Action item:
Please copy every line with the string "extra" from the entries below.
+ + + + +
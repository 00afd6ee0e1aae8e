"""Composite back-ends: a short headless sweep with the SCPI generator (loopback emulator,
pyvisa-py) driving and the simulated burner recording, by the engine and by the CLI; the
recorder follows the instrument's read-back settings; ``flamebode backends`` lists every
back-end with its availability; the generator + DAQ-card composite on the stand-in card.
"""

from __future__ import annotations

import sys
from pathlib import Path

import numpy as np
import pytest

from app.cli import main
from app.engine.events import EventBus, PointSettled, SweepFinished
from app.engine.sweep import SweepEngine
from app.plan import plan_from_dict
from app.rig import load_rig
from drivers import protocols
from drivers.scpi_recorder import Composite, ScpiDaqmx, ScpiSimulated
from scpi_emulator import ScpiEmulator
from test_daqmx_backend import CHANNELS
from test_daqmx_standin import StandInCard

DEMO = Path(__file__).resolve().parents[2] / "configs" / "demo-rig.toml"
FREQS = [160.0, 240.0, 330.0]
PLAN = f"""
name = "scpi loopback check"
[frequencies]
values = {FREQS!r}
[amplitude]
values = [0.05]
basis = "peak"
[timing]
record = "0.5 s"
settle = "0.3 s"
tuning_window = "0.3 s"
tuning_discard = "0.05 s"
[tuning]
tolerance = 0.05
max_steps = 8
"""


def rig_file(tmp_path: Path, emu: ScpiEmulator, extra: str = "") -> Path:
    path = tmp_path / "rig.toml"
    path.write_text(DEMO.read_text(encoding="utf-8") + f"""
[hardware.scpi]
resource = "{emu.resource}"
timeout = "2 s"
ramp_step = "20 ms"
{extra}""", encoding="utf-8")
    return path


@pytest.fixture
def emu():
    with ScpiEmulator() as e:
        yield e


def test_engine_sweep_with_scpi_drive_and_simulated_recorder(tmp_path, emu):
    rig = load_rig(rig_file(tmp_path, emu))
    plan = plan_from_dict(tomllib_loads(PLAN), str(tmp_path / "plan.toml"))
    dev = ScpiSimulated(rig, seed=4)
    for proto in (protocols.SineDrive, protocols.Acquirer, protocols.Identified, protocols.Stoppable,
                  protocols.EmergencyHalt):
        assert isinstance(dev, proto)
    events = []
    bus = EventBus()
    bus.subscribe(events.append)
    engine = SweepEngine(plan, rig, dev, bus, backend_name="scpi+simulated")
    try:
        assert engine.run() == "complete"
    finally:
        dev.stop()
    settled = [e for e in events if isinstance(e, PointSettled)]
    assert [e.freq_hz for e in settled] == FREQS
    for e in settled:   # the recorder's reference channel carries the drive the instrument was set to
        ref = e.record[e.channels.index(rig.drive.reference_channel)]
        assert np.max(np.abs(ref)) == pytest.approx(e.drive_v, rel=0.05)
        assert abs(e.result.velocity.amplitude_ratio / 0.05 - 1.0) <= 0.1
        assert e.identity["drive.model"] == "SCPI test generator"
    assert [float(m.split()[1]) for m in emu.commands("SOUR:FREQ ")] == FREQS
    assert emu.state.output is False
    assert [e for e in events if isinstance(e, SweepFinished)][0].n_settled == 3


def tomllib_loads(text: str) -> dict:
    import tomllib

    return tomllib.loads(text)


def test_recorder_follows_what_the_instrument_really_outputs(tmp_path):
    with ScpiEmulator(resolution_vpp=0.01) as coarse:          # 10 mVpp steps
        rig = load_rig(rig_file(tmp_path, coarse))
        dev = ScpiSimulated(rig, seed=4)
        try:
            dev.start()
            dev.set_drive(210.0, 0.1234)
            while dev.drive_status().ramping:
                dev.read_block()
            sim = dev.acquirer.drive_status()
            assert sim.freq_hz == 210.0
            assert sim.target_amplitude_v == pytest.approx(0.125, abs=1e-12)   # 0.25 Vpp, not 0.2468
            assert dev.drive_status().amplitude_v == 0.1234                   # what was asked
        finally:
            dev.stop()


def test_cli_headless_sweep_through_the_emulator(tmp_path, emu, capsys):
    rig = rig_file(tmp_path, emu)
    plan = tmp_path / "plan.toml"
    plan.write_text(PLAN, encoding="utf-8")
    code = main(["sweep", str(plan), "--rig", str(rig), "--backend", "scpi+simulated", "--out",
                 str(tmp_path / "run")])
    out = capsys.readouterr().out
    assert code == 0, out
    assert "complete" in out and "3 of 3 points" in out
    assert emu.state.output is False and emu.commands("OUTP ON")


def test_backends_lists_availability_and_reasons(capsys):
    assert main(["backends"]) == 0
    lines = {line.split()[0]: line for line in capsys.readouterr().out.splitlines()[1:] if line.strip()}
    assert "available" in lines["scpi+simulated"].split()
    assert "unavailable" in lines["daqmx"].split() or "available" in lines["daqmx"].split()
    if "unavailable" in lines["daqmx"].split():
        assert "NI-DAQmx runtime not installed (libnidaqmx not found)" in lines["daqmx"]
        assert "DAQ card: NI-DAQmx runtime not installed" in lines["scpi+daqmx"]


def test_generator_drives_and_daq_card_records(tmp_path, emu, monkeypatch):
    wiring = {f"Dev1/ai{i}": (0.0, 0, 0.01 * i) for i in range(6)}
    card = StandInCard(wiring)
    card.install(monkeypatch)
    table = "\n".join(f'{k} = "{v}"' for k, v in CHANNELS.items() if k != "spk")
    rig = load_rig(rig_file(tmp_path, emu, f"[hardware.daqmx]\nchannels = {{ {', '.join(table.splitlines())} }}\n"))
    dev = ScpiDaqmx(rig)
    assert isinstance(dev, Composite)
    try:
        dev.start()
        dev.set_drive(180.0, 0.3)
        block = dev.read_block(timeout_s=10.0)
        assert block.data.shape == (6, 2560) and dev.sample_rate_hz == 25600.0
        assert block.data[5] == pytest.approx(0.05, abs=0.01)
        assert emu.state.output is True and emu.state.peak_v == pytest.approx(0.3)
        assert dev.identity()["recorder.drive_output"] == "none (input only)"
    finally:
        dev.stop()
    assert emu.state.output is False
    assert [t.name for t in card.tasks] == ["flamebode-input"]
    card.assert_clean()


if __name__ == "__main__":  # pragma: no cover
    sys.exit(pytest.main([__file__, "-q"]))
+ + + + +
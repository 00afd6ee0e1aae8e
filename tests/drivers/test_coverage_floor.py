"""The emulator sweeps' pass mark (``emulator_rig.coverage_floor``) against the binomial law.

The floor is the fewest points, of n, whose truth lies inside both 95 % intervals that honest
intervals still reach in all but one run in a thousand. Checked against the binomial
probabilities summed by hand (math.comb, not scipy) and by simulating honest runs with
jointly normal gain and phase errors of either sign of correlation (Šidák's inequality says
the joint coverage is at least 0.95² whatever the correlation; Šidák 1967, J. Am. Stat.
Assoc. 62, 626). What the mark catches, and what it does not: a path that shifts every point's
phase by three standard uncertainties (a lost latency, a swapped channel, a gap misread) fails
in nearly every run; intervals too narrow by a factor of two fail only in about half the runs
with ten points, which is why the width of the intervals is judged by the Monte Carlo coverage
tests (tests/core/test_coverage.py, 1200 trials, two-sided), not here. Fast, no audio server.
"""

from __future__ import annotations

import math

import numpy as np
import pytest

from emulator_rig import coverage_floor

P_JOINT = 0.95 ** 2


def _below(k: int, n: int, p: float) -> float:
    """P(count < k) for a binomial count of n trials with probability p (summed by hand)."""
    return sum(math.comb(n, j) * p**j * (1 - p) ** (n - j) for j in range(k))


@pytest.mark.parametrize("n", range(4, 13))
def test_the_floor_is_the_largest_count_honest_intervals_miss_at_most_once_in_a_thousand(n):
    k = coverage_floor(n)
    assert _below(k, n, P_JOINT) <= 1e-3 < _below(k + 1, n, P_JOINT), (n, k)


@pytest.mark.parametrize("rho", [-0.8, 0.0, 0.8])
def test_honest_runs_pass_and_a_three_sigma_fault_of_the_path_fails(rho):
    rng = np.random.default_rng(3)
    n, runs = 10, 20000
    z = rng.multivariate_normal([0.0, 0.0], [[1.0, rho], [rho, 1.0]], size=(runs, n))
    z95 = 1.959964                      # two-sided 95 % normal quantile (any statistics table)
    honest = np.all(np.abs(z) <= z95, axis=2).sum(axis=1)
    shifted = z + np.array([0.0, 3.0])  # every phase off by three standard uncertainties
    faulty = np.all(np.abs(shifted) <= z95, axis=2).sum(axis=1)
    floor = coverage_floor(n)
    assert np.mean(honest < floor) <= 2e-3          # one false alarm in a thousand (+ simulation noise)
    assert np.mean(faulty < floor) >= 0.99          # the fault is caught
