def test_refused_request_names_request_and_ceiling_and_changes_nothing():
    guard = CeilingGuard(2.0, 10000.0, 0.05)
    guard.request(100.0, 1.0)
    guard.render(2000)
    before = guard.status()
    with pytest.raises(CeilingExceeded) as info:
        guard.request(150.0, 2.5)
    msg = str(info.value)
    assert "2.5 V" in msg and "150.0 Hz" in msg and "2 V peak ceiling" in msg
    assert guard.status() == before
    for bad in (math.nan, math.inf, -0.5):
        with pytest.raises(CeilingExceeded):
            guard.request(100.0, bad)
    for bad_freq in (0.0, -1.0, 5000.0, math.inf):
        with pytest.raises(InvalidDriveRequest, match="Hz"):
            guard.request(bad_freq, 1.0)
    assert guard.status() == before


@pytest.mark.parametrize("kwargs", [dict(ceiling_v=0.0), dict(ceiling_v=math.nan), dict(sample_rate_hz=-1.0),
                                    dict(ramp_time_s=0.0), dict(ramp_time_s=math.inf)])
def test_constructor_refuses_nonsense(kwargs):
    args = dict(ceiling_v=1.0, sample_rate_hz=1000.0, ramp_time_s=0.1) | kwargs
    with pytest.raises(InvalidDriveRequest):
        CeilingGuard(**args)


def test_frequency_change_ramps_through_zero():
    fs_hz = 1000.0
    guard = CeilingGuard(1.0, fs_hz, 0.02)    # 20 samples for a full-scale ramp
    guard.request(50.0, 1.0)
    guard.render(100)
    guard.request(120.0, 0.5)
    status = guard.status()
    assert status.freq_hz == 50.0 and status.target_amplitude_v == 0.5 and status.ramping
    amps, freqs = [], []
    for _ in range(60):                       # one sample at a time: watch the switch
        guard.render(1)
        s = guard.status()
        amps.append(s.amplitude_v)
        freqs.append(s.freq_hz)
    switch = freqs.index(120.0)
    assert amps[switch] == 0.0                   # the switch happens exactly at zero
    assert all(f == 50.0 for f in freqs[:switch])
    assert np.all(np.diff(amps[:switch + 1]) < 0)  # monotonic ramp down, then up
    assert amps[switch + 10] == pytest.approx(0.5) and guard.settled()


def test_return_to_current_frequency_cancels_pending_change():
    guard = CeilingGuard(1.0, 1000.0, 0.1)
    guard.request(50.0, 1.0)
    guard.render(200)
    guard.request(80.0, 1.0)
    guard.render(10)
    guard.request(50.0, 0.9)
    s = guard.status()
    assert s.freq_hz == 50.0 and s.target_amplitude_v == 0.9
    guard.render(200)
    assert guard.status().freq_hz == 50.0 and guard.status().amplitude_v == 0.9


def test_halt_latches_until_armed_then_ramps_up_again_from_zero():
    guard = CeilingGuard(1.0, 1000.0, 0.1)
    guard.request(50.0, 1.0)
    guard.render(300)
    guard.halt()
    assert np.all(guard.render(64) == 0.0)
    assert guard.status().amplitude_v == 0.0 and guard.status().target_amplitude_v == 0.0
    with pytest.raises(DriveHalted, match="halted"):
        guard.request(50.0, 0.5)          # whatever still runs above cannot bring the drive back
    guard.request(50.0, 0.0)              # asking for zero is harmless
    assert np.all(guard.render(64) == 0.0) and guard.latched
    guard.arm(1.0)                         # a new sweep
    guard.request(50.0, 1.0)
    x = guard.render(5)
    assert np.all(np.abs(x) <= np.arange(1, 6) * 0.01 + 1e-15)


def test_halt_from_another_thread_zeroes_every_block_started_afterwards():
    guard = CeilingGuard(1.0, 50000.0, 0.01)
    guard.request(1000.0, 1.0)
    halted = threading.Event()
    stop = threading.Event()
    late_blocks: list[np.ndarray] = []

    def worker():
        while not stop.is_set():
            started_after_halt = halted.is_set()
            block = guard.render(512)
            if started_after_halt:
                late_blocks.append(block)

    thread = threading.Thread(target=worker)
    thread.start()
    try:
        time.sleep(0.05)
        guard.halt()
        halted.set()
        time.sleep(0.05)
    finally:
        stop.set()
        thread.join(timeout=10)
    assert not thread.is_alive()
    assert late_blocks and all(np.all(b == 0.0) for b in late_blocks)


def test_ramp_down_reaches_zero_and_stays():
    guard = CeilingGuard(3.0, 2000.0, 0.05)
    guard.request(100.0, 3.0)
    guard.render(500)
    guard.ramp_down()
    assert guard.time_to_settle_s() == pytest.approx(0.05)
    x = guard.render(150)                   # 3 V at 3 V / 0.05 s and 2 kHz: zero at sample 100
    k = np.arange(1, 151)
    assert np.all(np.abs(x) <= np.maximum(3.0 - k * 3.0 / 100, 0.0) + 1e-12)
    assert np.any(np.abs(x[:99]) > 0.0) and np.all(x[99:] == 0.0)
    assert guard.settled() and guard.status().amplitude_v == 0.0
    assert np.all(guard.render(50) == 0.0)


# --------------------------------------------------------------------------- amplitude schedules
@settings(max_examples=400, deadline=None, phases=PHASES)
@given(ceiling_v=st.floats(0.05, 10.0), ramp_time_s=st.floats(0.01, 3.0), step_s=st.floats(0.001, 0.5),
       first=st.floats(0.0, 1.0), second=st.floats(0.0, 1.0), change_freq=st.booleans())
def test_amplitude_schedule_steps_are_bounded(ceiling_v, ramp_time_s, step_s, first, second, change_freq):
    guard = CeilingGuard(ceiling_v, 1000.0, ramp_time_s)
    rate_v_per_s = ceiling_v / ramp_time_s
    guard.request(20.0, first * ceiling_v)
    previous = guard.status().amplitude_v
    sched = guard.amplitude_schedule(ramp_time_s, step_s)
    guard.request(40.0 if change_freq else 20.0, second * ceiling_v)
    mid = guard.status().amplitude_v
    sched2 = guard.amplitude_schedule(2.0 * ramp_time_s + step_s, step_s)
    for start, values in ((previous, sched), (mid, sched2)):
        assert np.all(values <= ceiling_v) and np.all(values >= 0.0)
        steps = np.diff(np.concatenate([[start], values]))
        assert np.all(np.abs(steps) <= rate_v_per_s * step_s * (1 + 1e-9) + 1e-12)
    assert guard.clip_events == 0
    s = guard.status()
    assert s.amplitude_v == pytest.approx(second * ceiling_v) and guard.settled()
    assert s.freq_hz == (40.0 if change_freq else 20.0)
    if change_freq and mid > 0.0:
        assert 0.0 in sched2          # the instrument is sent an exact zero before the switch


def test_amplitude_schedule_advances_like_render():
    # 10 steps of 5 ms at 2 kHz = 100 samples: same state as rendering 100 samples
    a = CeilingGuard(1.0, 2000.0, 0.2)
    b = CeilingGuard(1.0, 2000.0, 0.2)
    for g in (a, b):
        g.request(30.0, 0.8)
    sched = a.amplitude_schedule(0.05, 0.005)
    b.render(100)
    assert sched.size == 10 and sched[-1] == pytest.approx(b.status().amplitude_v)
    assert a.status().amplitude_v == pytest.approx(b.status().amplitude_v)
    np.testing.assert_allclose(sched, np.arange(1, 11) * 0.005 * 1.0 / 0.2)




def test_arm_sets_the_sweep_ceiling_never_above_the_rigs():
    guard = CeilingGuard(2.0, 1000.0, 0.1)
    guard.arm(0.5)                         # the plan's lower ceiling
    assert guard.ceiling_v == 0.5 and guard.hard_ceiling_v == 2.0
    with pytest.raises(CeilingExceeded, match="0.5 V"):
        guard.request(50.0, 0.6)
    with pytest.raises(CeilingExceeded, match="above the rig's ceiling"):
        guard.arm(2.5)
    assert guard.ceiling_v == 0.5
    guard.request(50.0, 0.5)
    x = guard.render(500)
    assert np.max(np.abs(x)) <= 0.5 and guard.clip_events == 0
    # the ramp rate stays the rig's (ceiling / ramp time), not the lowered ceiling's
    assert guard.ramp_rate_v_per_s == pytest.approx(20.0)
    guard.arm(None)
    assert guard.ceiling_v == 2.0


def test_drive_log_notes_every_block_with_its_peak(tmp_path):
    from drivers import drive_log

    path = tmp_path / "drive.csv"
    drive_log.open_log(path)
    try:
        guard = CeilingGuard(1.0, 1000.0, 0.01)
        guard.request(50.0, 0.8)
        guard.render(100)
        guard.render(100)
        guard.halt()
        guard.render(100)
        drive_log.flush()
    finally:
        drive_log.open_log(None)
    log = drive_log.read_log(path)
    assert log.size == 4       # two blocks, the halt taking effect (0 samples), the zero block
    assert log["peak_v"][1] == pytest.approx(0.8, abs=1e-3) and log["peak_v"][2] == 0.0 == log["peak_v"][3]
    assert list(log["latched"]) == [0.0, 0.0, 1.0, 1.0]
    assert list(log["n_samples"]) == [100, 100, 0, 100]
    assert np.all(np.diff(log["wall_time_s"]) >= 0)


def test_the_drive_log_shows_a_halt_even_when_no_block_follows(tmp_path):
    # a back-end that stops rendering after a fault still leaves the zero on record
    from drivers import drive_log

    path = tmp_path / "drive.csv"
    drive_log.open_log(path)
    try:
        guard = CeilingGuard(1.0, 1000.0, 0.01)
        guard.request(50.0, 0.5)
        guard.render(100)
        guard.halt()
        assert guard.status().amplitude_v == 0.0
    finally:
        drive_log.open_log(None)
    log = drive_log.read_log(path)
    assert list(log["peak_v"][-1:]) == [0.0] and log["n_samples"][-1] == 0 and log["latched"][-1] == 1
+ + + + +
Solution for this task:
def rig_file(tmp_path: Path, emu: ScpiEmulator, extra: str = "") -> Path:
{extra}""", encoding="utf-8")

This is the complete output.